Question 7 (alternative 1). What are the new genes identified by ORFfinder?
Choose three of the ORFs and perform SmartBLAST on them. Answer the question below for these three ORFs.
Question 7 (alternative 2). What are the genes identified by ORFfinder? Do the results match with your previous results, e.g. from GeSeq? (e.g. in terms of boundaries)
Question 8. Write a Python script which takes as input a whole mitochondria fasta file and the coordinates of a feature (start and end) and outputs a fasta file with a informative header (including: the species name and / or identifier, the name of the feature, and the coordinates of the feature) and the sequence of the feature (i.e. the sequence between the start and the end positions).

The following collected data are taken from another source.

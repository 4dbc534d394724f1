//! `view!`: markup in the source, compiled into one text, one walk and the values that go into it.
//!
//! The browser parses the text once and copies it wherever the view is made; the walk says where in the copy each value
//! belongs. What a view costs in the page's code is one call for each value, not one for each element.
//!
//! ```text
//! view! { <p class="say" id=id on:click=press>"Kept on " {phone} "."</p> }
//!
//! text    <p class="say">Kept on <!>.</p>
//! walk    down to the first root; two values on it; down; on; a value before this; up
//! values  id, press, phone
//! ```
//!
//! Attributes: `name="text"`, `name=value`, `prop:name=value`, `class:name=holds`, `style=("--name", value)`,
//! `on:event=handler`, `inner_html=value`. Children: `"text"` and `{value}`. A part of the page is a plain function.

mod shape;
mod tags;

use proc_macro::TokenStream;
use quote::quote;
use rstml::node::{Infallible, Node};
use rstml::{Parser, ParserConfig};

/// A `Piece` from markup. The crate that calls it has `crate::piece`.
#[proc_macro]
pub fn view(input: TokenStream) -> TokenStream {
    let parser = Parser::<Infallible>::new(ParserConfig::default().recover_block(true));
    let parsed: syn::Result<Vec<Node>> = parser.parse_recoverable(input).into_result();
    match parsed.and_then(|nodes| shape::Shape::of(&nodes)) {
        Ok(shape) => shape.code().into(),
        Err(error) => {
            let error = error.to_compile_error();
            quote! { { #error } }.into()
        }
    }
}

You can use either parsing through the command line thorugh argparse
or sys.argv
from the sys
library example here, or interactively using input()
.
An example of the first method below
my_script.py input_mitocondria.fasta Gene_name start stop Extra annotation
my_script.py input_mitocondria.fasta TGH_4 5001 5100 This is a cool gene
## Output:
cat gene_1.fasta
>TGH_4:5001-5100 This is a cool gene
ATGACATATGCTTTGTTTCTGTTGAGTGTAATTTTAGTGATAGGGTTCGTGGGGTTTTCTTCTAAGCCCT
Please submit a text file with answers to Questions 1 through 7.
Submit the visual representation of your annotated mitochondria.
Submit the script from Question 8 as a .py file.
This is the end of the lab, please make sure that you completed and wrote down the answers to all of the questions.
Upload the scripts (code) that you were asked to submit to studium in the original format (i.e. .py or .sh), no pdf
or word files! Any answers that are not code should of course be in text formats such as .pdf, .txt & .docx
.
Also, make sure to delete any files that you no longer need - you can copy them somewhere else if you want to keep them. This goes for both the Unix computers and Uppmax.